Just as an FYI ~ just because you don't smell it anymore or you have let a conventional mattress (memory foam, innerspring, etc) "air out" does *not* mean that it is no longer off-gassing. The same is true of pillows, carpeting, cars, paint, etc.

The chemicals will continue to "break down" throughout the life of the product.

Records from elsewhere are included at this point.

"""Acquisition simulators with known ground truth: gradient-echo field-map echoes and EPI.

The submodules hold the simulators (``gradient_echo`` and ``epi``); they are used by the
tests, the sample scenarios and by users who want to see what a protocol will do.
"""
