"""The group summary: one row per EPI run across subjects (CSV, JSON) and a figure.

Columns come from typed fields of the job summaries, one name per quantity:
``max_abs_shift_vox`` and ``max_abs_shift_mm`` (:class:`~fieldfix.outputs.UnwarpSummary`),
``retention_percent_below_threshold`` (:class:`~fieldfix.outputs.DropoutSummary`
``retention.percent_below_threshold``), and ``edge_agreement_gain``
(:meth:`~fieldfix.outputs.ReportRun.edge_agreement_gain`, from the subject's report). The figure is
:func:`fieldfix.report.figures.group_figure`, the one the report draws for several subjects.
"""

from __future__ import annotations

import csv
import dataclasses
import io
from pathlib import Path
from typing import Mapping, Sequence

from ..errors import FieldfixError
from ..jsonfile import write_json
from ..outdir import atomic_output
from ..outputs import BatchFiles, DropoutSummary, GroupRow, UnwarpSummary
from ..report.figures import figure_png, group_figure
from .inventory import Inventory
from .plan import TaskResult
from .reports import report_edge_gains

__all__ = ["COLUMNS", "group_rows", "write_group_summary"]

COLUMNS = tuple(f.name for f in dataclasses.fields(GroupRow))


def _summary(result: TaskResult | None, deriv: Path, record_type):
    if result is None or not result.ok or result.summary is None:
        return None
    try:
        return record_type.read(deriv / result.summary)
    except FieldfixError:
        return None


def _status(run, unwarp: TaskResult | None, dropout: TaskResult | None) -> tuple[str, str]:
    if run.fieldmap is None and unwarp is None:
        return "no field map", run.note
    done = [r for r in (unwarp, dropout) if r is not None]
    if done and all(r.ok for r in done):
        return "ok", ""
    reasons = [f"{r.task_id}: {r.reason}" for r in done if not r.ok]
    return "failed", "; ".join(reasons) or "not run"


def group_rows(inventory: Inventory, results: Mapping[str, TaskResult], deriv: Path) -> list[GroupRow]:
    """One row per EPI run of the included subjects (also runs with no field map)."""
    gains: dict[str, dict[str, float]] = {}
    for subject in inventory.subjects:
        report = results.get(f"report:sub-{subject}")
        if report is not None and report.ok and report.summary is not None:
            try:
                gains[subject] = report_edge_gains(deriv / report.summary)
            except FieldfixError:
                gains[subject] = {}
    rows = []
    for run in inventory.runs:
        unwarp, dropout = results.get(f"unwarp:{run.stem}"), results.get(f"dropout:{run.stem}")
        status, reason = _status(run, unwarp, dropout)
        shifts = _summary(unwarp, deriv, UnwarpSummary)
        drop = _summary(dropout, deriv, DropoutSummary)
        rows.append(GroupRow(
            subject=run.subject, session=run.session, run=run.stem, fieldmap=run.fieldmap or "", status=status,
            reason=reason, max_abs_shift_vox=shifts.max_abs_shift_vox if shifts else None,
            max_abs_shift_mm=shifts.max_abs_shift_mm if shifts else None,
            retention_percent_below_threshold=drop.retention.percent_below_threshold if drop else None,
            edge_agreement_gain=gains.get(run.subject, {}).get(run.stem)))
    return rows


def write_group_summary(deriv: Path, rows: Sequence[GroupRow], files: BatchFiles) -> BatchFiles:
    """Write the group table (CSV and JSON) and a figure across subjects; returns the files written."""
    buffer = io.StringIO()
    writer = csv.DictWriter(buffer, fieldnames=COLUMNS, lineterminator="\n")
    writer.writeheader()
    for row in rows:
        writer.writerow({k: "" if v is None else v for k, v in row.to_json().items()})
    (deriv / files.group_csv).parent.mkdir(parents=True, exist_ok=True)
    with atomic_output(deriv / files.group_csv, overwrite=True) as temporary:
        temporary.write_text(buffer.getvalue(), encoding="utf-8")
    write_json(deriv / files.group_json, {"columns": list(COLUMNS), "rows": [r.to_json() for r in rows]},
               overwrite=True)
    figure = group_figure(rows, title="fieldfix batch: runs across subjects")
    if figure is None:
        return dataclasses.replace(files, group_figure=None)
    with atomic_output(deriv / files.group_figure, overwrite=True) as temporary:
        temporary.write_bytes(figure_png(figure, dpi=100))
    return files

If you already have a mattress & can't afford a new one, there are "wraps" that are sold to contain the VOC's. However, if you are shopping for a new mattress (or topper) to put your baby (or yourself!) on, please consider a natural/organic product.


----------



## CalBearMama (Sep 23, 2005)

Another product to consider: http://www.humanityinfantandherbal.c...familybed.html

Although it's probably not as thick, but it might address your issue.


----------



## 3kidsclmr (Apr 7, 2007)

Quote:

If you already have a mattress & can't afford a new one, there are "wraps" that are sold to contain the VOC's.
Has anybody heard of wraps for king-sized mattresses?? I have the one that's crib-sized on our crib mattress, but was never able to find anything bigger. My mom uses the crib for DD during the day when she naps, and I couldn't see buying an organic crib mattress for the hour a day that she actually sleeps there. I have two organic mattresses, but our king mattress isn't that old, and it was expensive...

To the OP: we have the same kind of pillow top on our mattress, and that's actually the bed that I slept with DS #1 on for his first year. I panicked after finding his face buried in the mattress a few times... with DS #2, I slept on a full sized mattress on the floor. Much firmer and much less worry!


----------



## 2shy2post (Oct 11, 2005)

I found this place online. (I haven't ordered from them, so I can't speak to that). http://www.eves-best.com/mattress-wr...offgassing.htm
They sell all sizes (& depths)...

I've seen a few SIDS websites talk about wrapping the mattress & that you can buy the polyethylene sheeting & do it yourself with tape. I would think that Home Depot/Lowes/Menards etc. would carry it. You would just have to be sure it's the right density/thickness...


----------